■ Task statement: The lines to reproduce from the material below are those from the one containing "let spec = Self::spec(self.params.pivoting);" through the one containing "let e: Vec<f64>", both included; write them out exactly and add nothing.

---- Dataset records

//! Deterministic dense benchmark problems shared by `benches/dense.rs` and
//! `examples/dense_compare.rs`: invented data for timing only.

use faer::Mat;
use tangency::{Problem, ProblemBuilder, Triangle};

/// Size split used by the benchmarks: m = n/3, so n = 3N/4 for N = n + m.
pub fn split(total: usize) -> (usize, usize) {
    let n = (3 * total).div_ceil(4);
    (n, total - n)
}

fn lcg(state: &mut u64) -> f64 {
    *state = state
        .wrapping_mul(6364136223846793005)
        .wrapping_add(1442695040888963407);
    ((*state >> 11) as f64 / (1u64 << 53) as f64) * 2.0 - 1.0
}

/// H = GᵀG/n + shift·I (positive definite) or with a negative shift on part of the
/// spectrum (indefinite: `convex = false` flips the sign of a third of the diagonal
/// boost), A random dense, c and b random.
pub fn problem(total: usize, convex: bool, seed: u64) -> Problem {
    let (n, m) = split(total);
    let mut s = seed.wrapping_add(1);
    let g = Mat::from_fn(n, n, |_, _| lcg(&mut s));
    let mut h = (g.transpose() * &g) * faer::Scale(1.0 / n as f64);
    for i in 0..n {
        let boost = if !convex && i % 3 == 0 { -2.0 } else { 1.0 };
        h[(i, i)] += boost;
    }
    let a = Mat::from_fn(m, n, |_, _| lcg(&mut s));
    let c: Vec<f64> = (0..n).map(|_| lcg(&mut s)).collect();
    let b: Vec<f64> = (0..m).map(|_| lcg(&mut s)).collect();
    ProblemBuilder::new()
        .hessian_dense(h.as_ref(), Triangle::Lower)
        .constraints_dense(a.as_ref())
        .linear(&c)
        .rhs(&b)
        .build()
        .expect("benchmark problem is valid")
}
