//! The sparse least-squares design of our own shared by `benches/lsq.rs` and
//! `examples/lsq_sparse_once.rs`: p observations, each touching 3 of n coefficients (a band
//! plus a scattered entry), q restrictions on sums of coefficient blocks. Invented data, for
//! timing and sizing only.

use tangency::lsq::{LsqBuilder, LsqProblem};

/// xorshift64*: a uniform integer in [−m, m].
fn int(state: &mut u64, m: i64) -> f64 {
    *state ^= *state >> 12;
    *state ^= *state << 25;
    *state ^= *state >> 27;
    let v = state.wrapping_mul(0x2545_F491_4F6C_DD1D) >> 11;
    ((v % (2 * m as u64 + 1)) as i64 - m) as f64
}

/// The design with `p` observations, `n` coefficients and `q` restrictions (q ≤ n).
pub fn problem(p: usize, n: usize, q: usize) -> LsqProblem {
    let mut s = 77u64;
    let mut trip = Vec::with_capacity(3 * p);
    for i in 0..p {
        let j = i % n;
        trip.push((i, j, 1.0 + int(&mut s, 9) / 10.0));
        trip.push((i, (j + 1) % n, int(&mut s, 9) / 10.0));
        trip.push((i, (i * 7919) % n, int(&mut s, 9) / 10.0));
    }
    let g: Vec<f64> = (0..p).map(|_| int(&mut s, 100) / 10.0).collect();
    let mut ct = Vec::new();
    for i in 0..q {
        for j in (i * (n / q))..((i + 1) * (n / q)) {
            ct.push((i, j, 1.0));
        }
    }
    LsqBuilder::new()
        .design_triplets(p, n, &trip)
        .observations(&g)
        .restrictions_triplets(q, n, &ct)
        .build()
        .expect("the sparse design is valid")
}
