impl KktBackend for DenseLblt {
    fn method(&self) -> MethodUsed {
        MethodUsed::DenseLblt
    }

    fn dim(&self) -> usize {
        self.factors.nrows()
    }

    fn factor(&mut self, problem: &Problem) -> Result<()> {
        let dim = self.dim();
        self.notes.clear();
        self.mixed = false;
        kkt::fill_dense(problem, self.factors.as_mut());
        if self.params.equilibration_sweeps > 0 {
            self.scale = kkt::ruiz_dense(self.factors.as_mut(), self.params.equilibration_sweeps);
        } else {
            self.scale.iter_mut().for_each(|s| *s = 1.0);
        }
        if self.wants_mixed() {
            match self.try_single(problem) {
                Ok(()) => {
                    self.notes.push(
                        "dense LBLᵀ factors in single precision; refinement in double precision on the original K"
                            .to_string(),
                    );
                    return Ok(());
                }
                Err(reason) => {
                    self.mixed = false;
                    self.factors32 = Mat::zeros(0, 0);
                    self.subdiag32 = Diag::zeros(0);
                    self.notes.push(format!(
                        "single-precision dense LBLᵀ factors refused ({reason}); refactored in double precision"
                    ));
                }
            }
        }
        let par = self.par_for();
        let spec = Self::spec(self.params.pivoting);
        let (factors, subdiag, perm, perm_inv, scratch) = (
            &mut self.factors,
            &mut self.subdiag,
            &mut self.perm,
            &mut self.perm_inv,
            &mut self.factor_scratch,
        );
        run_in_pool(par, || {
            bk::cholesky_in_place(
                factors.as_mut(),
                subdiag.as_mut(),
                perm,
                perm_inv,
                par,
                MemStack::new(scratch),
                spec,
            );
        });
        let d: Vec<f64> = (0..dim).map(|i| self.factors[(i, i)]).collect();
        let e: Vec<f64> = (0..dim).map(|i| self.subdiag[i]).collect();
        self.inertia = block_inertia(&d, &e, self.zero_threshold());
        Ok(())
    }

    fn inertia(&self) -> Option<Inertia> {
        Some(self.inertia)
    }

    fn solve_scratch(&self, nrhs: usize) -> StackReq {
        let dim = self.dim();
        bk_solve::solve_in_place_scratch::<usize, f64>(dim, nrhs, Par::Seq).or(faer::linalg::temp_mat_scratch::<f32>(
            dim, nrhs,
        )
        .and(bk_solve::solve_in_place_scratch::<usize, f32>(dim, nrhs, Par::Seq)))
    }

    fn solve_in_place(&self, mut rhs: MatMut<'_, f64>, stack: &mut MemStack) {
        let dim = self.dim();
        for j in 0..rhs.ncols() {
            for i in 0..dim {
                rhs[(i, j)] *= self.scale[i];
            }
        }
        // SAFETY-free: the permutation arrays were produced by faer's factorization.
        let perm = faer::perm::PermRef::new_checked(&self.perm, &self.perm_inv, dim);
        if self.mixed {
            // Each column is brought to unit max-norm before rounding to f32 (so that a
            // residual of any magnitude is representable), and scaled back after.
            let k = rhs.ncols();
            let (mut t, stack) = faer::linalg::temp_mat_zeroed::<f32, _, _>(dim, k, stack);
            let mut t = t.as_mat_mut();
            let mut norms = Vec::with_capacity(k);
            for j in 0..k {
                let mx = (0..dim).fold(0.0f64, |a, i| a.max(rhs[(i, j)].abs()));
                let s = if mx > 0.0 && mx.is_finite() { mx } else { 1.0 };
                norms.push(s);
                for i in 0..dim {
                    t[(i, j)] = (rhs[(i, j)] / s) as f32;
                }
            }
            bk_solve::solve_in_place_with_conj(
                self.factors32.as_ref(),
                self.factors32.diagonal(),
                self.subdiag32.as_ref(),
                faer::Conj::No,
                perm,
                t.rb_mut(),
                Par::Seq,
                stack,
            );
            for (j, s) in norms.iter().enumerate() {
                for i in 0..dim {
                    rhs[(i, j)] = t[(i, j)] as f64 * s;
                }
            }
        } else {
            bk_solve::solve_in_place_with_conj(
                self.factors.as_ref(),
                self.factors.diagonal(),
                self.subdiag.as_ref(),
                faer::Conj::No,
                perm,
                rhs.rb_mut(),
                Par::Seq,
                stack,
            );
        }
        for j in 0..rhs.ncols() {
            for i in 0..dim {
                rhs[(i, j)] *= self.scale[i];
            }
        }
    }

    fn notes(&self) -> &[String] {
        &self.notes
    }
}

--------

■ Task response:
        let spec = Self::spec(self.params.pivoting);
        let (factors, subdiag, perm, perm_inv, scratch) = (
            &mut self.factors,
            &mut self.subdiag,
            &mut self.perm,
            &mut self.perm_inv,
            &mut self.factor_scratch,
        );
        run_in_pool(par, || {
            bk::cholesky_in_place(
                factors.as_mut(),
                subdiag.as_mut(),
                perm,
                perm_inv,
                par,
                MemStack::new(scratch),
                spec,
            );
        });
        let d: Vec<f64> = (0..dim).map(|i| self.factors[(i, i)]).collect();
        let e: Vec<f64> = (0..dim).map(|i| self.subdiag[i]).collect();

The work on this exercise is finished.